Hwang Jaejin, Knapik Gregory G, Dufour Jonathan S, Aurand Alexander, Best Thomas M, Khan Safdar N, Mendel Ehud, Marras William S
Biodynamics Laboratory, Spine Research Institute, The Ohio State University, Department of Integrated Systems Engineering, 1971 Neil Avenue, 210 Baker Systems Engineering, Columbus, OH 43210, USA.
Department of Family Medicine, The Ohio State University, Martha Moorehouse Medical Plaza, 2050 Kenny Dr., Columbus, OH 43210, USA.
Clin Biomech (Bristol). 2016 Aug;37:53-59. doi: 10.1016/j.clinbiomech.2016.06.002. Epub 2016 Jun 15.
Biomechanical models have been developed to assess the spine tissue loads of individuals. However, most models have assumed trunk muscle lines of action as straight-lines, which might be less reliable during occupational tasks that require complex lumbar motions. The objective of this study was to describe the model structure and underlying logic of a biologically-assisted curved muscle model of the lumbar spine.

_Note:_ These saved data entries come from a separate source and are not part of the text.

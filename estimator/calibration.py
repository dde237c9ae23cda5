"""Static calibration of the force cell with known loads: forces, fit, error table, limits.

The numbers only; reading the calibration sheet is `daq.calsheet`, the command is in `ui`.
Formulas and sources are in docs/method-calibration.md. In short:

* Deadweight force from conventional mass (OIML R 111-1:2004 convention, reference air
  density ``ρ0 = 1.2 kg/m³``, reference density ``ρc = 8000 kg/m³``)::

      F = m_c·g·(1 − ρ0/ρc)·(1 − ρa/ρ)/(1 − ρ0/ρ)

* Least-squares polynomial of the deflection as a function of the force, degree 1..3,
  with or without a constant term, with the coefficient covariance
  ``s²·(XᵀX)⁻¹`` (``s²`` the residual variance on ``ν = n − p`` degrees of freedom).
* ISO 376:2011-style relative errors per force step (reproducibility ``b``,
  repeatability ``b′``, interpolation ``fc``, zero ``f0``, reversibility ``v``) and the
  class each step meets; the class limits are quoted from memory (`ISO376_CLASS_LIMITS`).
* ASTM E74-style standard deviation of the fit in force units, lower limit factor
  ``LLF = 2.4·s`` (not below the resolution) and the class A / AA lower force limits
  ``400·LLF`` / ``2000·LLF`` (factors from memory).
* Stiffness ``k = 1/c1`` of a straight-line fit with ``u(k) = u(c1)/c1²`` (GUM,
  JCGM 100:2008, first-order propagation, 5.1.2).

Units: forces N, masses kg, densities kg/m³, g m/s², readings and deflections m.
Relative errors are fractions (0.001 is 0.1 %); `StaticCalibration.text` shows them in %.
A *deflection* is a reading under load minus the zero reading taken before the series.
"""

from __future__ import annotations

import itertools
import math
import re
from collections.abc import Iterable, Sequence
from dataclasses import dataclass

import numpy as np
import scipy.linalg
from numpy.typing import ArrayLike

from estimator.errors import ParameterError
from estimator.validation import finite_float as _finite

__all__ = [
    "CONVENTIONAL_AIR_DENSITY_KG_M3",
    "CONVENTIONAL_WEIGHT_DENSITY_KG_M3",
    "E74_CLASS_AA_FACTOR",
    "E74_CLASS_A_FACTOR",
    "E74_LLF_FACTOR",
    "ISO376_CLASS_LIMITS",
    "CalibrationPoint",
    "CalibrationSet",
    "E74Limits",
    "Iso376Limits",
    "Iso376Result",
    "Iso376Step",
    "StaticCalibration",
    "StaticFit",
    "calibrate_static",
    "deadweight_force_n",
    "e74_limits",
    "evaluate_iso376",
    "fit_static",
    "forces_from_sheet",
]

#: Reference air density ρ0 of the conventional mass, kg/m³ (OIML R 111-1:2004).
CONVENTIONAL_AIR_DENSITY_KG_M3 = 1.2
#: Reference density ρc of the conventional mass, kg/m³ (OIML R 111-1:2004).
CONVENTIONAL_WEIGHT_DENSITY_KG_M3 = 8000.0

#: ASTM E74 (from memory): lower limit factor = 2.4 × standard deviation of the fit.
E74_LLF_FACTOR = 2.4
#: ASTM E74 (from memory): class A lower force limit = 400 × LLF.
E74_CLASS_A_FACTOR = 400.0
#: ASTM E74 (from memory): class AA lower force limit = 2000 × LLF.
E74_CLASS_AA_FACTOR = 2000.0

# Local gravity accepted, m/s²: Earth's surface spans about 9.76..9.84 (common practice);
# a value far outside is a unit slip (e.g. 980 Gal), refused.
_G_RANGE_M_S2 = (9.7, 9.9)
# Air density accepted, kg/m³: 0 (vacuum) to well above any laboratory air (~1.2).
_AIR_RANGE_KG_M3 = (0.0, 2.0)
# Weight densities accepted, kg/m³: from light alloys and plastics to tungsten alloys.
_WEIGHT_RANGE_KG_M3 = (500.0, 25000.0)
# A relative error counts as within a class limit up to this relative slack, so that a
# value exactly at the limit (as worked by hand) is not failed by rounding.
_LIMIT_SLACK = 1e-9
_DIRECTIONS = ("up", "down")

The developed model structure including curved muscle geometry, separation of active and passive muscle forces, and personalization of muscle properties was described. An example of the model procedure including data collection, personalization, and data evaluation was also illustrated.
Three-dimensional curved muscle geometry was developed based on a predictive model using magnetic resonance imaging and anthropometric measures to personalize the model for each individual. Calibration algorithms were able to reverse-engineer personalized muscle properties to calculate active and passive muscle forces of each individual.
This biologically-assisted curved muscle model will significantly increase the accuracy of spinal tissue load predictions for the entire lumbar spine during complex dynamic occupational tasks. Personalized active and passive muscle force algorithms will help to more robustly investigate person-specific muscle forces and spinal tissue loads.